Stored data entries
┌──
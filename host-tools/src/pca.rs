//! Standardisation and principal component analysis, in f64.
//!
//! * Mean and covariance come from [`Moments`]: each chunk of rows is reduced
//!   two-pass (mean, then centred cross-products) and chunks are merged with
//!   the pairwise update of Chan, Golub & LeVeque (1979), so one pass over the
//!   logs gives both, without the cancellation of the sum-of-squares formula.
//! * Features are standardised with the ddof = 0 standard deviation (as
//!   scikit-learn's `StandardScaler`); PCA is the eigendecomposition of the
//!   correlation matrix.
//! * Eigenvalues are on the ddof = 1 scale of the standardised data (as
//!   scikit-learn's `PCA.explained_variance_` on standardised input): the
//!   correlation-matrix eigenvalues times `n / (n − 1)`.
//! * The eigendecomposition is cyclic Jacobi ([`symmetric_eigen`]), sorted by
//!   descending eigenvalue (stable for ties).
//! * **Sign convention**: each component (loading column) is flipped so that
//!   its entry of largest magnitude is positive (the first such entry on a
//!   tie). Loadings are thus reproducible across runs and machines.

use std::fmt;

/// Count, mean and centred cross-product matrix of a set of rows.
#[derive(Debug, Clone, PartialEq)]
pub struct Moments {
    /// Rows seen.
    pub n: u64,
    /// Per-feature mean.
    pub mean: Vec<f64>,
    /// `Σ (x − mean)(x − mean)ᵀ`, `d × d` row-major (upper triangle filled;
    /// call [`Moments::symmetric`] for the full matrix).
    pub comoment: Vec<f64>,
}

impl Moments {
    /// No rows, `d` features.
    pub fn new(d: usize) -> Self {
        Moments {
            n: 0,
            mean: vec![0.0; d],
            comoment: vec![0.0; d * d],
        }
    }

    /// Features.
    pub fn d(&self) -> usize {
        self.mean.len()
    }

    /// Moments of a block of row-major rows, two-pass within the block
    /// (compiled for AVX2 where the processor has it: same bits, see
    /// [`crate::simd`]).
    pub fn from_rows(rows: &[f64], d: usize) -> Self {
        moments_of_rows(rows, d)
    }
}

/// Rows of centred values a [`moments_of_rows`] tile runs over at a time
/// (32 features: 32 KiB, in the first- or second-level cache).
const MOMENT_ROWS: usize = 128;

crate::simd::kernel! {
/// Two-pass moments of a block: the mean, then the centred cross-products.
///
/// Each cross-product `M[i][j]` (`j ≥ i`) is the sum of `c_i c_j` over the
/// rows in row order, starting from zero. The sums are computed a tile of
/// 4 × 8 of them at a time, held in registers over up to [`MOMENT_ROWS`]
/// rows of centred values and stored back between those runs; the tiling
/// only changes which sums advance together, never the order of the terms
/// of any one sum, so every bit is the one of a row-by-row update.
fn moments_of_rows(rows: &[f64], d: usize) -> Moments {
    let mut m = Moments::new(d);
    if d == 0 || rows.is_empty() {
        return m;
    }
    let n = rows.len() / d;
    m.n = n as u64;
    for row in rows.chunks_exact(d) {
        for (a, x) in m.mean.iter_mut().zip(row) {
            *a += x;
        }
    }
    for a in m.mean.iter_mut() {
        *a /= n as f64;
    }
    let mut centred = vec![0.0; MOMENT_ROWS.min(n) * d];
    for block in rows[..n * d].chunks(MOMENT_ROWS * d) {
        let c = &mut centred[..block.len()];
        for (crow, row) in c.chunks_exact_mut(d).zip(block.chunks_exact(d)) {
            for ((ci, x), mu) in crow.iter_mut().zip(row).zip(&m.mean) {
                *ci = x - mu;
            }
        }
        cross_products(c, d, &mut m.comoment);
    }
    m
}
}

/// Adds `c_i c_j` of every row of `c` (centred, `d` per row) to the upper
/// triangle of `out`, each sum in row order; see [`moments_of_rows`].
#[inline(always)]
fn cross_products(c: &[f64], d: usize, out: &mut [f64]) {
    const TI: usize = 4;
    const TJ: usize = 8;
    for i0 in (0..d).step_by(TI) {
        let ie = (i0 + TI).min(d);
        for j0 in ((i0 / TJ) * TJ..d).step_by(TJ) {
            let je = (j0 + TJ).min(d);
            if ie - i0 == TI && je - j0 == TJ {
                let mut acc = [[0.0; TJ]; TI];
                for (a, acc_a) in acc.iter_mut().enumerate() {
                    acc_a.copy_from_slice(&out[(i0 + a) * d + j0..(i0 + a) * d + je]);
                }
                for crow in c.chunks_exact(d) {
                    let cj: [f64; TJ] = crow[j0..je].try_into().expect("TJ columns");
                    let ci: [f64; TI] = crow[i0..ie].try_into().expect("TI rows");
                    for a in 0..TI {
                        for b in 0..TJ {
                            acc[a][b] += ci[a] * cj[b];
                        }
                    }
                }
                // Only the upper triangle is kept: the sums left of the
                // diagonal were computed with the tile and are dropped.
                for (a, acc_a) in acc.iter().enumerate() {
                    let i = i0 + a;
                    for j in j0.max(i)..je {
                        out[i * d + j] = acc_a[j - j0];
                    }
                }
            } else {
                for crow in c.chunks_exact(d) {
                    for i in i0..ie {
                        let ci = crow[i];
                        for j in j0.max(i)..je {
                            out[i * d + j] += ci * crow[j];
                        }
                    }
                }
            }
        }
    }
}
└──
┌──
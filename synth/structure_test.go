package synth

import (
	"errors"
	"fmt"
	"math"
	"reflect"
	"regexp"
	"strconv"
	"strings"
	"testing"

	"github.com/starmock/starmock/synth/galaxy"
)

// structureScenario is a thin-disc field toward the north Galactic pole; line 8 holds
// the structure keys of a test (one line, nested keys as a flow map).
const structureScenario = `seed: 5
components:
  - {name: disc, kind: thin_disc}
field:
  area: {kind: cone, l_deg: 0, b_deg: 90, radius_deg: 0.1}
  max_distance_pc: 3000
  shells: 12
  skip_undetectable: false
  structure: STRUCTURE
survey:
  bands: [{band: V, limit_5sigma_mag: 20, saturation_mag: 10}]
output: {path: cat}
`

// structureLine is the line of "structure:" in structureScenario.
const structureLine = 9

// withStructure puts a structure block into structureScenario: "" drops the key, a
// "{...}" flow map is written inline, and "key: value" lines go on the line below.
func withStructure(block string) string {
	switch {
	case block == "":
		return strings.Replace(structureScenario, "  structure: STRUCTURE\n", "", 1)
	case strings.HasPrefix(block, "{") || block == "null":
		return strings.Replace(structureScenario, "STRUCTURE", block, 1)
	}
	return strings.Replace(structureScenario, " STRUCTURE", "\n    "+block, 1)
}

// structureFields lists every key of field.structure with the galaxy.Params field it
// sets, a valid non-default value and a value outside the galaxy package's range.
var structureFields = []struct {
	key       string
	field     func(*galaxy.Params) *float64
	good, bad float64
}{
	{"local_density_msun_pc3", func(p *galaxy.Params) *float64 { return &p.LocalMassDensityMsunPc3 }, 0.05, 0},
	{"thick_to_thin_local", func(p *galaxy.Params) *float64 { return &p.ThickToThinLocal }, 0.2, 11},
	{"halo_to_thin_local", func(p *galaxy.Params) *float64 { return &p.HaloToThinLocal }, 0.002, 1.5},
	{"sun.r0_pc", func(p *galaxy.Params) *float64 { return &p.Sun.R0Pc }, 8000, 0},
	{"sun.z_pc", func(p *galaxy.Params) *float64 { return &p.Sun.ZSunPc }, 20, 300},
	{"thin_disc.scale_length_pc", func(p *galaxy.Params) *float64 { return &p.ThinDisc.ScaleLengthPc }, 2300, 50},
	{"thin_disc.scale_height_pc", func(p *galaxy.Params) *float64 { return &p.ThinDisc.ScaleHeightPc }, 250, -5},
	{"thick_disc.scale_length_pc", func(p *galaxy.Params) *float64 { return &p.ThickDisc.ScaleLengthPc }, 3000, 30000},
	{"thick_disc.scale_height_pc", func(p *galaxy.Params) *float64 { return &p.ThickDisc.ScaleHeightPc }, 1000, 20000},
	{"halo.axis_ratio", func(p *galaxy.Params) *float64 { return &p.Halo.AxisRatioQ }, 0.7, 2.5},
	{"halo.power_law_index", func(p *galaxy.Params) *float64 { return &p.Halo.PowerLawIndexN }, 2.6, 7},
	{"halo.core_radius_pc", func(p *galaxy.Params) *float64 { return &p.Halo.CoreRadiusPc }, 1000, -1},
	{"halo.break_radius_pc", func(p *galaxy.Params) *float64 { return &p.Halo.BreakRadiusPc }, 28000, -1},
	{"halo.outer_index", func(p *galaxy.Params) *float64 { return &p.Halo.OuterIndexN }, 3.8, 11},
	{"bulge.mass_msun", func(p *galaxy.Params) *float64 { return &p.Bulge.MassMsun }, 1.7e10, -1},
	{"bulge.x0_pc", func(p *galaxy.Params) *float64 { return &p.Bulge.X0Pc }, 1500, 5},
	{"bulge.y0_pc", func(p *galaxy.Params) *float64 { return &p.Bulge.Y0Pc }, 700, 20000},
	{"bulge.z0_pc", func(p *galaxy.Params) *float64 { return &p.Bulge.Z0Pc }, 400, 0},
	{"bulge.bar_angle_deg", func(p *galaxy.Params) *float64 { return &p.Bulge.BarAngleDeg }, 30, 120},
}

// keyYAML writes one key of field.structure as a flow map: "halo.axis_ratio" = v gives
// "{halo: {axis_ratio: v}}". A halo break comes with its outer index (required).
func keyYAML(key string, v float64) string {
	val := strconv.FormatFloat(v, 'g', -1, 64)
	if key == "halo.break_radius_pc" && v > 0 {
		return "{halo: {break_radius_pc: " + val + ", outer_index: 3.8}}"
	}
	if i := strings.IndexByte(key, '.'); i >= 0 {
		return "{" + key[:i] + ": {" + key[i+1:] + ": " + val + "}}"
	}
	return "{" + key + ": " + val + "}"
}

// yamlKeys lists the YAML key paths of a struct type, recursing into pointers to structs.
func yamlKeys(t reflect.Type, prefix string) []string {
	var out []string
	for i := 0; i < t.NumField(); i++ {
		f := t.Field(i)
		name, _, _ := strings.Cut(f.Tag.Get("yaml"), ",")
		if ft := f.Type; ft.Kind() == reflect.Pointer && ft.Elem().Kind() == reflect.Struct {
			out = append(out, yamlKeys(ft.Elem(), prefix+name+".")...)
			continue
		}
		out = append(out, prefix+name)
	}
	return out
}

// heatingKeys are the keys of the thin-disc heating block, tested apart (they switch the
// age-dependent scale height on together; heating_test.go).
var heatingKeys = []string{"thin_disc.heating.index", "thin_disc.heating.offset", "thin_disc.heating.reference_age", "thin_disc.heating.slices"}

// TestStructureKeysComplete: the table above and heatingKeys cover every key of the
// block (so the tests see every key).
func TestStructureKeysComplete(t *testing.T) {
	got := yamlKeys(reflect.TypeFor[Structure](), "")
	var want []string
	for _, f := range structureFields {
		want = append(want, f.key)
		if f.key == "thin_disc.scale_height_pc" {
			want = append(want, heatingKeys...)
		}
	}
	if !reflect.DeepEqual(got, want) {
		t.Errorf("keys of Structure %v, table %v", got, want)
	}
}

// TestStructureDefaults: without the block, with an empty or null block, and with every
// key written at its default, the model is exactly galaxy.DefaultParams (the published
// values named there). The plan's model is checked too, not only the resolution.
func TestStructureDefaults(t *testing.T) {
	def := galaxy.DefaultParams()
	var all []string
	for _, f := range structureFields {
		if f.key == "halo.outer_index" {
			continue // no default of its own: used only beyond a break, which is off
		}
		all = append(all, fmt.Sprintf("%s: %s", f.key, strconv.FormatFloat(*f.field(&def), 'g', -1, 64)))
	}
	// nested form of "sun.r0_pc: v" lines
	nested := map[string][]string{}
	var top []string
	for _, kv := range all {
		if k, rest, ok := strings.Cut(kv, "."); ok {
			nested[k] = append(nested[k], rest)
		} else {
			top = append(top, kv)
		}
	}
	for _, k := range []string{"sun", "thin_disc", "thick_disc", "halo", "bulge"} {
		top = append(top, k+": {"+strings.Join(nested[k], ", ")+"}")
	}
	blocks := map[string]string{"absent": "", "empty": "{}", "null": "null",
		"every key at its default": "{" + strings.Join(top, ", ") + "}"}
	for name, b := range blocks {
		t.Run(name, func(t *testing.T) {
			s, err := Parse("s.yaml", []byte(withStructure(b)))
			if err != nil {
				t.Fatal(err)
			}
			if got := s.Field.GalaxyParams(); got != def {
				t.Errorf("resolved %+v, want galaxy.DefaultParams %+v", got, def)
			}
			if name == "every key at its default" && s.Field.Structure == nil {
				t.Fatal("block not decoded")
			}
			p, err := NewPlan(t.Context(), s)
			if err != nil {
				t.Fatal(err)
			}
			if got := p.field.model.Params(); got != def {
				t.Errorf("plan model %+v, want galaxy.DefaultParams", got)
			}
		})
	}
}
└──
> [Brief] Looking at the entries above, say how many lines contain the word "comoment". Only the number is wanted.

> [Response] 3